Twelve Month Ended Results
Electric segment gross margin increased approximately $17.4 million during the twelve month period. Increased Missouri customer electric rates added an estimated $8.2 million to revenue. Increased customer counts, reflecting recovery from the May 2011 tornado, added an estimated $7.4 million to revenues. A change in the Company’s estimate for unbilled revenue in the third quarter of 2012 positively impacted revenue by $3.4 million. Miscellaneous revenue increased $2.1 million. Each of these revenue items had a positive impact on gross margin. Weather impacts, primarily a milder June 2013 and August 2012, reduced revenue during the 2013 twelve month period by an estimated $5.1 million, negatively impacting gross margin. A decrease in fuel recovery revenue of approximately $13.7 million reduced total revenue during the 2013 period. As discussed above, the reduced fuel recovery revenue has no net impact on gross margin due to the offsetting reduction in fuel expense. Off-system revenues made up the balance of the increase in revenue during the twelve month 2013 period, but as noted previously, have little impact on gross margin. The cumulative effective of the changes mentioned above increased total revenue approximately $3.2 million during the twelve month 2013 period.

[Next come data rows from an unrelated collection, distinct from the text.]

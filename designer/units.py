"""Units at the edge: text in, internal numbers inside, text out.

Internal units are the seven bases below and their products, so one number means one thing: time in
s, concentration in mol/L, mass concentration in g/L, temperature in K, pressure in bar, energy in J.
Bar, joule and decimetre are bases of their own: a pressure times a volume is never quietly an energy.

A unit text is checked by a strict pattern before the unit library sees it (``9**9**9`` would hang
it), and degrees Celsius are handled here, as a plain temperature only.
"""

from __future__ import annotations

import math
import re
from dataclasses import dataclass
from functools import lru_cache
from typing import Any

from designer.records import Dimension

BASES = ("second", "mole", "decimetre", "gram", "kelvin", "bar", "joule")
ZERO_CELSIUS = 273.15  # K

NONE: Dimension = (0.0,) * 7
TIME: Dimension = (1.0, 0.0, 0.0, 0.0, 0.0, 0.0, 0.0)
CONCENTRATION: Dimension = (0.0, 1.0, -3.0, 0.0, 0.0, 0.0, 0.0)
MASS_CONCENTRATION: Dimension = (0.0, 0.0, -3.0, 1.0, 0.0, 0.0, 0.0)
TEMPERATURE: Dimension = (0.0, 0.0, 0.0, 0.0, 1.0, 0.0, 0.0)
PRESSURE: Dimension = (0.0, 0.0, 0.0, 0.0, 0.0, 1.0, 0.0)
MOLAR_ENERGY: Dimension = (0.0, -1.0, 0.0, 0.0, 0.0, 0.0, 1.0)
VOLUME: Dimension = (0.0, 0.0, 3.0, 0.0, 0.0, 0.0, 0.0)
HEAT_CAPACITY: Dimension = (0.0, 0.0, 0.0, -1.0, -1.0, 0.0, 1.0)

_DEFINITIONS = """
second = [time] = s
mole = [substance] = mol
decimetre = [length] = dm
gram = [mass] = g
kelvin = [temperature] = K
bar = [pressure]
joule = [energy] = J
ms = 1e-3 s
min = 60 s
h = 3600 s
d = 86400 s
week = 604800 s
month = 2626560 s
mmol = 1e-3 mol
umol = 1e-6 mol
nmol = 1e-9 mol
kmol = 1e3 mol
m = 10 dm
cm = 0.1 dm
mm = 0.01 dm
um = 1e-5 dm
nm = 1e-8 dm
L = dm ** 3
mL = 1e-3 L
uL = 1e-6 L
M = mol / L
mM = 1e-3 M
uM = 1e-6 M
nM = 1e-9 M
kg = 1e3 g
mg = 1e-3 g
ug = 1e-6 g
mbar = 1e-3 bar
Pa = 1e-5 bar
kPa = 1e-2 bar
MPa = 10 bar
atm = 1.01325 bar
psi = 0.0689475729 bar
kJ = 1e3 J
MJ = 1e6 J
cal = 4.184 J
kcal = 4184 J
W = J / s
mW = 1e-3 W
kW = 1e3 W
U = 1e-6 mol / min
percent = 0.01
ppm = 1e-6
AU = 1
"""

LONGEST = 80  # characters of one quantity
_NUMBER = r"[+-]?(?:\d+\.?\d*|\.\d+)(?:[eE][+-]?\d{1,3})?"
_QUANTITY = re.compile(rf"\s*(?P<number>{_NUMBER})(?P<unit>.*)", re.DOTALL)
_EXPONENT = r"-?\d{1,2}(?:\.\d{1,3})?"
_UNIT_TOKEN = re.compile(
    rf"\s*(?:(?P<word>[A-Za-zµμ%]+)|(?P<one>1(?=\s*/))"
    rf"|(?P<power>\^\s*(?:{_EXPONENT}|\({_EXPONENT}\)))|(?P<mark>[*/·().]))"
)


class UnitError(ValueError):
    """The text is no quantity; the message says what stands there and what was expected."""


@dataclass(frozen=True)
class Quantity:
    """A number in internal units, its dimension (exponents over ``BASES``) and the unit as written."""

    value: float
    dimension: Dimension
    unit: str


@lru_cache(maxsize=1)
def _registry() -> Any:
    import pint

    registry: Any = pint.UnitRegistry(None)
    for line in _DEFINITIONS.split("\n"):
        if line:
            registry.define(line)
    return registry


def known() -> tuple[str, ...]:
    """Unit symbols that may be written."""
    words = [line.split("=")[0].strip() for line in _DEFINITIONS.split("\n") if line]
    short = {"second": "s", "mole": "mol", "decimetre": "dm", "gram": "g", "kelvin": "K", "joule": "J"}
    return tuple("%" if word == "percent" else short.get(word, word) for word in words)


def _cleaned(unit: str) -> str:
    """The unit text in the library's own spelling; raises UnitError on anything but units."""
    parts, position, symbols, before = [], 0, set(known()), None
    while position < len(unit.rstrip()):
        match = _UNIT_TOKEN.match(unit, position)
        if match is None:
            raise UnitError(f"'{unit.strip()}' is not written as a unit")
        token = match.group(0).strip()
        if match.lastgroup == "power" and before != "word":  # a tower of powers would run for ever
            raise UnitError(f"'{unit.strip()}' has a power of something other than one unit")
        before = match.lastgroup
        if before == "word":
            token = token.replace("µ", "u").replace("μ", "u")
            if token not in symbols:
                raise UnitError(f"there is no unit '{token}'{_near(token)}")
            token = "percent" if token == "%" else token
        elif before == "power":
            token = "**" + token[1:].strip()
        elif token in ("·", "."):
            token = "*"
        parts.append(token)
        position = match.end()
    return " ".join(parts)


def _near(word: str) -> str:
    from difflib import get_close_matches

    usual = {"sec": "s", "secs": "s", "mins": "min", "minutes": "min", "hr": "h", "hrs": "h", "hours": "h"}
    usual |= {"day": "d", "days": "d", "l": "L", "ml": "mL", "C": "degC", "weeks": "week", "months": "month"}
    near = [usual[word]] if word in usual else get_close_matches(word, known(), n=1, cutoff=0.5)
    return f"; perhaps '{near[0]}'" if near else ""


@lru_cache(maxsize=512)
def scale(unit: str) -> tuple[float, Dimension]:
    """(factor to internal units, dimension) of a unit text; "" is dimensionless.

    Raises UnitError. degC is not a scale: it is accepted only by ``read``.
    """
    if len(unit) > LONGEST:
        raise UnitError(f"a unit of more than {LONGEST} characters")
    if not unit.strip():
        return 1.0, NONE
    cleaned = _cleaned(unit)
    try:
        parsed = _registry().parse_units(cleaned)
        factor, root = _registry().get_root_units(parsed)
    except Exception as reason:  # the library raises many kinds; the pattern has let nothing else through
        raise UnitError(f"'{unit.strip()}' is not written as a unit") from reason
    exponents = dict(root._units)
    return float(factor), tuple(round(float(exponents.get(base, 0)), 6) + 0.0 for base in BASES)


def read(text: str) -> Quantity:
    """Quantity from text such as ``5 mM``, ``-85 kJ/mol``, ``0.0278 L/(mol*s)``, ``25 degC``, ``3``.

    Raises UnitError for anything else, including infinities and numbers out of range.
    """
    if len(text) > LONGEST:
        raise UnitError(f"a quantity of more than {LONGEST} characters")
    match = _QUANTITY.fullmatch(text)
    if match is None:
        raise UnitError(f"'{text.strip()}' does not begin with a number")
    number, unit = float(match["number"]), match["unit"].strip()
    if unit in ("degC", "°C"):
        value, dimension, unit = number + ZERO_CELSIUS, TEMPERATURE, "degC"
        if value <= 0:
            raise UnitError(f"'{text.strip()}' lies below absolute zero")
    else:
        factor, dimension = scale(unit)
        value = number * factor
    if not math.isfinite(value):
        raise UnitError(f"'{text.strip()}' is no finite number")
    return Quantity(value, dimension, unit)


def convert(value: float, unit: str) -> float:
    """An internal value in ``unit`` (degC included)."""
    return value - ZERO_CELSIUS if unit == "degC" else value / scale(unit)[0]


def show(value: float, unit: str, digits: int = 3) -> str:
    """An internal value as text in ``unit`` with ``digits`` significant digits."""
    number = convert(value, unit)
    text = f"{number:.{digits}g}" if unit != "degC" else f"{number:.1f}".removesuffix(".0")
    return f"{text} {unit}".strip()


_WORDS = {
    NONE: "a plain number",
    TIME: "a time",
    CONCENTRATION: "a concentration",
    MASS_CONCENTRATION: "a mass concentration",
    TEMPERATURE: "a temperature",
    PRESSURE: "a pressure",
    MOLAR_ENERGY: "an energy per mole",
    VOLUME: "a volume",
    HEAT_CAPACITY: "a heat capacity",
}


def dimension_words(dimension: Dimension) -> str:
    """In words: ``a time (s)``, ``a concentration (mol/L)``, or the unit alone, ``L/(mol*s)``."""
    words = _WORDS.get(dimension)
    unit = unit_of(dimension)
    return f"{words} ({unit})" if words and unit else words or unit


def _factor(symbol: str, exponent: float) -> str:
    return symbol if exponent == 1 else f"{symbol}^{exponent:g}"


def unit_of(dimension: Dimension, prefer: str = "s") -> str:
    """A printable unit of this dimension, with ``prefer`` as the unit of time; "" for a plain number.

    L stands for dm^3 wherever its exponent has at most three decimals.
    """
    symbols = ["mol", "L", "g", "K", "bar", "J", prefer]
    time, mole, length, gram, kelvin, bar, joule = dimension
    exponents = [mole, round(length / 3, 3), gram, kelvin, bar, joule, time]
    if abs(3 * exponents[1] - length) > 1e-9:
        symbols[1], exponents[1] = "dm", length
    above = [_factor(s, e) for s, e in zip(symbols, exponents, strict=True) if e > 0]
    below = [_factor(s, -e) for s, e in zip(symbols, exponents, strict=True) if e < 0]
    if not above and not below:
        return ""
    top = "*".join(above) or "1"
    if not below:
        return top
    return f"{top}/{below[0]}" if len(below) == 1 else f"{top}/({'*'.join(below)})"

A colder first half of 2013 positively impacted gas segment results. Gas segment gross margin increased $2.0 million during the 2013 period on increased gas segment revenues of approximately $7.0 million.
Electric segment operating expenses increased $9.5 million period over period. Increases in transmission, employee health care, labor, plant operating expenses, and a regulatory reversal of a gain on sale of assets negatively impacted earnings during the period. Depreciation expense increased approximately $4.9 million during the 2013 twelve month period. Other taxes were $1.7 million higher. The impact of a pre-tax write off of $2.4 million resulting from the recently settled Missouri rate case also negatively impacted period over period earnings. Electric segment maintenance expenses decreased approximately $1.6 million. Other income and deductions increased earnings around $2.0 million due to an increase in AFUDC. Reduced interest expense contributed approximately $1.6 million to 2013 twelve month earnings compared to the 2012 period.
Consolidated net income increased approximately $5.1 million in the 2013 twelve month period compared to the 2012 period.
1 comment:
And yet after many months of me fighting to get unemployment and struggling to find work, all I get is a part-time job. After exhausting all resources, the Empire will shut me off later today or Monday. I am to tired to care anymore.